TASK INPUT Block Start

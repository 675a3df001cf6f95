"""Supports that yield: what they hold, and what is refused of them."""

from __future__ import annotations

from fractions import Fraction

import pytest
from intake_samples import SHORT, SPRUNG, changed, faults

from calcpack.intake import read

WHICH_FACE = 'must be "left" or "right": which face of release r it holds'

SPRING = changed(
    SHORT,
    ("length = 12.0", "length = 12.0\nstiffness = [ { from = 0, to = 12, EI = 1 } ]"),
    ('kind = "roller"', 'kind = "spring", vertical = 4.5'),
)


def test_a_spring_holds_what_is_above_zero() -> None:
    supports = read(SPRUNG.encode()).beam.supports
    assert [one.vertical for one in supports] == [0, Fraction(1801, 2), 600, 0]
    assert [one.rotational for one in supports] == [0, 0, 20000, 0]
    assert [one.holds_vertical for one in supports] == [True, True, True, True]
    assert [one.holds_rotation for one in supports] == [True, False, True, False]
    turned = changed(SPRING, ("vertical = 4.5", 'rotational = "2 kN·mm/mrad"'))
    spring = read(turned.encode()).beam.supports[1]
    assert [spring.vertical, spring.rotational] == [0, 2]
    assert (spring.holds_vertical, spring.holds_rotation) == (False, True)


def test_inputs_hold_both_stiffnesses_of_a_spring() -> None:
    inputs = read(SPRUNG.encode()).inputs
    assert inputs["beam.supports[1].vertical"] == Fraction(1801, 2)
    assert inputs["beam.supports[1].rotational"] == 0
    assert "beam.supports[3].vertical" not in inputs


@pytest.mark.parametrize(
    ("old", "new", "lines"),
    [
        ("4.5", "-4.5", [".vertical: -4.5 kN/m, must be at least 0 kN/m"]),
        (
            "4.5",
            "4.5, rotational = -1",
            [".rotational: -1 kN·m/rad, must be at least 0 kN·m/rad"],
        ),
        ("vertical = 4.5", "face = 'left'", [
            ": no stiffness, must have vertical or rotational above 0",
        ]),
        ("4.5", "0.0, rotational = 0", [
            ": no stiffness, must have vertical or rotational above 0",
        ]),
        ("4.5", '"4 kN"', [".vertical: 4 kN, must be a spring such as 2.5 kN/m"]),
        (
            "4.5",
            '1, rotational = "4 kN/m"',
            [".rotational: 4 kN/m, must be a rotational spring such as 2.5 kN·m/rad"],
        ),
        (
            '"spring"',
            '"roller"',
            ['.vertical: 4.5 kN/m, must be left out without kind = "spring"'],
        ),
        (
            '"spring", vertical = 4.5',
            '"fixed", rotational = 0',
            ['.rotational: 0 kN·m/rad, must be left out without kind = "spring"'],
        ),
        # what kind it is meant to be is not known: no more is said
        (
            '"spring"',
            '"sprung"',
            [
                '.kind: sprung, must be "pin", "roller", "fixed", "guided" or "spring"',
            ],
        ),
    ],
)  # fmt: skip
def test_refused_springs(old: str, new: str, lines: list[str]) -> None:
    assert faults(changed(SPRING, (old, new))) == [f"beam.supports[1]{line}" for line in lines]


@pytest.mark.parametrize(
    ("spring", "release", "face", "needs"),
    [
        ("vertical = 3", "hinge", "", ""),
        ("vertical = 3", "hinge", 'face = "left"', "must be left out: no release here needs it"),
        ("vertical = 3", "slide", "", WHICH_FACE),
        ("vertical = 3", "slide", 'face = "left"', ""),
        ("rotational = 3", "hinge", "", WHICH_FACE),
        ("rotational = 3", "hinge", 'face = "right"', ""),
        ("vertical = 1, rotational = 3", "hinge", 'face = "right"', ""),
        ("rotational = 3", "slide", "", WHICH_FACE),
    ],
)  # fmt: skip
def test_a_spring_at_a_release_says_what_it_holds(
    spring: str, release: str, face: str, needs: str
) -> None:
    stated = f'{{ name = "M", at = 5, kind = "spring", {", ".join(filter(None, (spring, face)))} }}'
    text = changed(
        SPRING,
        ('{ name = "B"', f'{stated}, {{ name = "B"'),
        ("length = 12.0", f'length = 12.0\nreleases = [{{name="r", at=5.0, kind="{release}" }}]'),
    )
    found = faults(text)
    assert [line.partition(", ")[2] for line in found] == ([needs] if needs else [])
    assert all(line.startswith("beam.supports[1].face: ") for line in found)


def test_a_vertical_spring_may_be_all_that_holds_vertically() -> None:
    guided = changed(SPRING, ('"pin"', '"guided"'))
    assert faults(guided) == []
    line = (
        "beam.supports: no vertical support, "
        "must have a pin, a roller, a fixed support or a vertical spring"
    )
    assert faults(changed(guided, ("vertical = 4.5", "rotational = 4.5"))) == [line]
    # one that cannot be read may hold vertically
    assert len(faults(changed(guided, ("4.5", "-4.5")))) == 1


def test_a_spring_needs_stiffness() -> None:
    bare = changed(SPRING, ("\nstiffness = [ { from = 0, to = 12, EI = 1 } ]", ""))
    assert faults(bare) == ["beam.supports[1].kind: spring, needs beam.stiffness"]
    empty = changed(SPRING, ("[ { from = 0, to = 12, EI = 1 } ]", "[]"))
    assert faults(empty) == ["beam.supports[1].kind: spring, needs beam.stiffness"]
    wrong = changed(SPRING, ("[ { from = 0, to = 12, EI = 1 } ]", "7"))
    assert faults(wrong) == ["beam.stiffness: 7, must be a list of tables"]


def test_effects_at_a_spring_are_those_of_what_it_holds() -> None:
    effects = '[[effects]]\nkind = ["reaction", "moment reaction"]\nat = "C"\n'
    found = read((SPRUNG + effects).encode()).effects[-2:]
    assert [one.label for one in found] == ["reaction at C", "moment reaction at C"]
    assert faults(SPRUNG + effects.replace('"C"', '"B"')) == [
        "effects[1].at: B, must be a support that holds rotation, for a moment reaction"
    ]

TASK INPUT Block End

For this task, copy exactly the line with "found = read((SPRUNG" and the lines that come after it, stopping at the end of the material above.

    found = read((SPRUNG + effects).encode()).effects[-2:]
    assert [one.label for one in found] == ["reaction at C", "moment reaction at C"]
    assert faults(SPRUNG + effects.replace('"C"', '"B"')) == [
        "effects[1].at: B, must be a support that holds rotation, for a moment reaction"
    ]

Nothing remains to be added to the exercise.